▽

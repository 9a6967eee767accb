"""Reading image files: grey values of one page, a band of rows at a time.

PNG, JPEG, BMP, TIFF and BigTIFF, NPY and NPZ are told apart by their first bytes, not by their
names. Integers keep their bits and floating-point numbers their type.
"""

import contextlib
import errno
import os
from collections.abc import Callable, Iterator
from dataclasses import dataclass
from typing import Any, BinaryIO

import numpy as np

from mfeat import _checks, locations
from mfeat._formats import bmp_pages, jpeg_pages, npy_pages, npz_pages, png_pages
from mfeat._pages import OutOfResources, Page, UnreadableImage
from mfeat._tiff import tiff_pages

#: Largest number of pixels that are decoded at once: a whole image, or a strip or row of tiles.
MAX_PIXELS = 1 << 28

#: Named channels; an integer picks a sample by its place.
CHANNELS = ("luminance", "red", "green", "blue")

# Luminance of red, green and blue in ten-thousandths: ITU-R BT.709-6 (2015), item 3.2. Integers,
# so that a grey pixel stored as colour keeps its value exactly.
_LUMINANCE = (2126, 7152, 722)

# Pixels whose colours are mixed at a time.
_BLOCK = 1 << 20

# Formats by their first bytes; the last two of TIFF are BigTIFF, of NPZ an empty archive.
_FORMATS: dict[bytes, Callable[[BinaryIO, str | None], list[Page]]] = {
    b"\x89PNG\r\n\x1a\n": png_pages,
    b"\xff\xd8\xff": jpeg_pages,
    b"BM": bmp_pages,
    b"II*\0": tiff_pages,
    b"MM\0*": tiff_pages,
    b"II+\0": tiff_pages,
    b"MM\0+": tiff_pages,
    b"\x93NUMPY": npy_pages,
    b"PK\x03\x04": npz_pages,
    b"PK\x05\x06": npz_pages,
}


@dataclass(frozen=True)
class ImageInfo:
    """What the header of a file says about one page.

    Attributes
    ----------
    page : int
        Number of the page, from 0.
    shape : (int, int)
        Rows and columns.
    dtype : str
        Type of the samples as stored.
    in_strips : bool
        Whether bands of rows can be read without decoding the rest.
    mapped : bool
        Whether the pixels are mapped into memory, so that nothing is decoded.
    notes : str
        Remarks, e.g. "alpha ignored"; separated by "; ".
    """

    page: int
    shape: tuple[int, int]
    dtype: str
    in_strips: bool
    mapped: bool
    notes: str


@contextlib.contextmanager
def reading() -> Iterator[None]:
    """Turn whatever goes wrong with a file inside the block into an `UnreadableImage`."""
    try:
        yield
    except (UnreadableImage, OutOfResources):
        raise
    except FileNotFoundError:
        raise UnreadableImage("there is no such file") from None
    except IsADirectoryError:
        raise UnreadableImage("it is a folder") from None
    except MemoryError:
        raise OutOfResources("out of memory; use fewer jobs, or a smaller max_pixels") from None
    except (OSError, ValueError) as error:
        if getattr(error, "errno", None) in (errno.EMFILE, errno.ENFILE, errno.ENOMEM):
            raise OutOfResources(str(error)) from error
        raise UnreadableImage(_in_one_line(error)) from error
    except Exception as error:  # decoders have errors of their own for damaged files
        raise UnreadableImage(f"damaged: {_in_one_line(error)}") from error


@contextlib.contextmanager
def open_pages(location: str, max_pixels: int = MAX_PIXELS) -> Iterator[list[Page]]:
    """Open a file and give its pages.

    Raises
    ------
    UnreadableImage
        With the reason. What goes wrong inside the block is not touched.
    """
    with contextlib.ExitStack() as stack:
        with reading():
            path = locations.local_path(location)
            if path is not None and os.path.exists(path) and not _is_plain(path):
                raise UnreadableImage("no regular file, but a pipe or a device")
            stream = stack.enter_context(locations.open_input(location))
            pages = _pages_of(stream, path)
            for number, page in enumerate(pages):
                _check_page(page, number, len(pages), max_pixels)
        yield pages


def _is_plain(path: str) -> bool:
    return os.path.isfile(path) or os.path.isdir(path)


def _in_one_line(error: BaseException) -> str:
    return " ".join(str(error).split()) or type(error).__name__


def _pages_of(stream: BinaryIO, path: str | None) -> list[Page]:
    head = stream.read(8)
    if not head:
        raise UnreadableImage("empty file")
    for magic, pages in _FORMATS.items():
        if head.startswith(magic):
            return pages(stream, path)
    raise UnreadableImage(
        f"not an image: it starts with {head!r}; PNG, JPEG, BMP, TIFF, NPY and NPZ are read"
    )


def _check_page(page: Page, number: int, count: int, max_pixels: int) -> None:
    place = f"page {number}: " if count > 1 else ""
    rows, cols = page.shape
    if min(rows, cols) < 2:
        raise UnreadableImage(f"{place}image of {rows}x{cols} pixels; at least 2x2 are needed")
    if page.piece > max_pixels:
        raise UnreadableImage(
            f"{place}too large: {page.piece} pixels of an image of {rows}x{cols} have to be "
            f"decoded at once, the limit max_pixels is {max_pixels}"
        )
    kind, size = page.dtype.kind, page.dtype.itemsize
    if kind not in "biuf" or size > 8:
        raise UnreadableImage(
            f"{place}pixels of type {page.dtype}; bool, integers and real floating-point numbers "
            "of up to 64 bits are read"
        )


def scan(
    location: str, max_pixels: int = MAX_PIXELS, channel: str | int = "luminance"
) -> list[ImageInfo]:
    """Return what the header of a file says about each of its pages; no pixel is decoded.

    Raises
    ------
    UnreadableImage
        With the reason; also if a page lacks the channel.
    """
    with open_pages(locations.as_location(location), max_pixels) as pages:
        for page in pages:
            check_has_channel(page, channel)
        return [
            ImageInfo(
                *(k, page.shape, str(page.dtype), page.in_strips, page.piece == 0),
                "; ".join(page.notes),
            )
            for k, page in enumerate(pages)
        ]


def check_channel(channel: Any) -> str | int:
    """Return a channel's name or number, checked."""
    if isinstance(channel, int | np.integer) and not isinstance(channel, bool):
        return _checks.integer("channel", channel, minimum=0)
    return _checks.choice("channel", channel, CHANNELS)


def check_has_channel(page: Page, channel: str | int) -> None:
    """Refuse a page that lacks a channel."""
    if isinstance(channel, int):
        if channel >= page.samples:
            raise UnreadableImage(f"it has {page.samples} channels, so none of number {channel}")
    elif channel != "luminance":
        if not page.colour:
            raise UnreadableImage(f"a grey image has no channel {channel!r}")
    elif not page.colour and page.samples > 1 + page.alpha:
        raise UnreadableImage(
            f"{page.samples} samples a pixel of unknown meaning; choose one by its number, "
            f"channel 0 to {page.samples - 1}"
        )


def grey_rows(page: Page, start: int, stop: int, channel: str | int = "luminance") -> np.ndarray:
    """Return rows of a page as a 2-D array: as stored, one sample, or the luminance of colours.

    Luminance is 0.2126 red + 0.7152 green + 0.0722 blue (ITU-R BT.709-6) of the stored values, in
    float32; in float64 for integers of more than 16 bits and for float64.
    """
    check_has_channel(page, channel)
    with reading():
        pixels = page.rows(start, stop)
    if pixels.ndim == 2:
        return pixels
    if isinstance(channel, int):
        return pixels[..., channel]
    if channel != "luminance":
        return pixels[..., CHANNELS.index(channel) - 1]
    return _luminance(pixels) if page.colour else pixels[..., 0]


def _luminance(pixels: np.ndarray) -> np.ndarray:
    """Mix colours, in blocks of rows: the sums take more memory than the image."""
    rows, cols = pixels.shape[:2]
    step = max(1, _BLOCK // cols)
    parts = [_mixed(pixels[start : start + step]) for start in range(0, rows, step)]
    return parts[0] if len(parts) == 1 else np.concatenate(parts)


def _mixed(pixels: np.ndarray) -> np.ndarray:
    red, green, blue = (pixels[..., k] for k in range(3))
    r, g, b = _LUMINANCE
    if pixels.dtype.kind in "bui" and pixels.dtype.itemsize <= 2:
        weighted = np.multiply(red, r, dtype=np.int32)
        weighted += np.multiply(green, g, dtype=np.int32)
        weighted += np.multiply(blue, b, dtype=np.int32)
        return (weighted / 10_000.0).astype(np.float32)
    red, green, blue = (part.astype(np.float64) for part in (red, green, blue))
    with np.errstate(over="ignore", invalid="ignore"):  # of infinities, which stay in the image
        mixed = red * (r / 1e4) + green * (g / 1e4) + blue * (b / 1e4)
    np.copyto(mixed, green, where=(red == green) & (green == blue))
    short = pixels.dtype.kind == "f" and pixels.dtype.itemsize <= 4
    return mixed.astype(np.float32 if short else np.float64)


def read_image(
    location: Any,
    page: int = 0,
    *,
    channel: str | int = "luminance",
    missing_value: float | None = None,
    max_pixels: int = MAX_PIXELS,
) -> np.ndarray:
    """Read one image as `dump` does.

    Parameters
    ----------
    location : path-like or str
        A local path, or an fsspec URI.
    page : int, default 0
        Which page of a TIFF, or array of an NPZ.
    channel : {"luminance", "red", "green", "blue"} or int, default "luminance"
        What becomes of colours: the luminance 0.2126 R + 0.7152 G + 0.0722 B (ITU-R BT.709-6), or
        one channel. Alpha is ignored.
    missing_value : float, optional
        Pixels of this value are missing, as are those of the no-data value that a TIFF declares
        itself; the result is then a masked array.
    max_pixels : int, default 268435456
        Largest number of pixels to decode at once.

    Returns
    -------
    ndarray of shape (rows, columns)
        Grey values in the type of the file; luminance as float32, or float64 for integers of more
        than 16 bits and for float64. Uncompressed files are mapped into memory, not read.

    Raises
    ------
    UnreadableImage
        A ValueError with the reason.

    Examples
    --------
    >>> import tempfile, numpy as np
    >>> from pathlib import Path
    >>> from mfeat.images import read_image
    >>> with tempfile.TemporaryDirectory() as folder:
    ...     np.save(Path(folder) / "heights.npy", np.full((3, 4), 2.5, dtype=np.float32))
    ...     read_image(Path(folder) / "heights.npy")[0]
    array([2.5, 2.5, 2.5, 2.5], dtype=float32)
    """
    channel = check_channel(channel)
    page = _checks.integer("page", page, minimum=0)
    with open_pages(locations.as_location(location), max_pixels) as pages:
        if page >= len(pages):
            raise UnreadableImage(f"it has {len(pages)} pages, so none of number {page}")
        pixels = grey_rows(pages[page], 0, pages[page].shape[0], channel)
        missing = missing_pixels(pixels, missing_value, pages[page].missing)
    return pixels if missing is None else np.ma.MaskedArray(pixels, missing)


def missing_pixels(pixels: np.ndarray, *values: float | None) -> np.ndarray | None:
    """Return where pixels equal a value that means "missing", or None where none is declared."""
    found = None
    for value in values:
        if value is not None:
            equal = np.zeros(pixels.shape, bool) if _is_beyond(value, pixels) else pixels == value
            found = equal if found is None else found | equal
    return found


def _is_beyond(value: float, pixels: np.ndarray) -> bool:
    """Tell whether a value would be rounded to an infinity, and so be taken for one."""
    return pixels.dtype.kind == "f" and float(np.finfo(pixels.dtype).max) < abs(value) < np.inf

△

Exactly and exclusively, repeat the lines from the line that contains "if value is" through the end of the records, both ends included.

» **Your response**:
        if value is not None:
            equal = np.zeros(pixels.shape, bool) if _is_beyond(value, pixels) else pixels == value
            found = equal if found is None else found | equal
    return found


def _is_beyond(value: float, pixels: np.ndarray) -> bool:
    """Tell whether a value would be rounded to an infinity, and so be taken for one."""
    return pixels.dtype.kind == "f" and float(np.finfo(pixels.dtype).max) < abs(value) < np.inf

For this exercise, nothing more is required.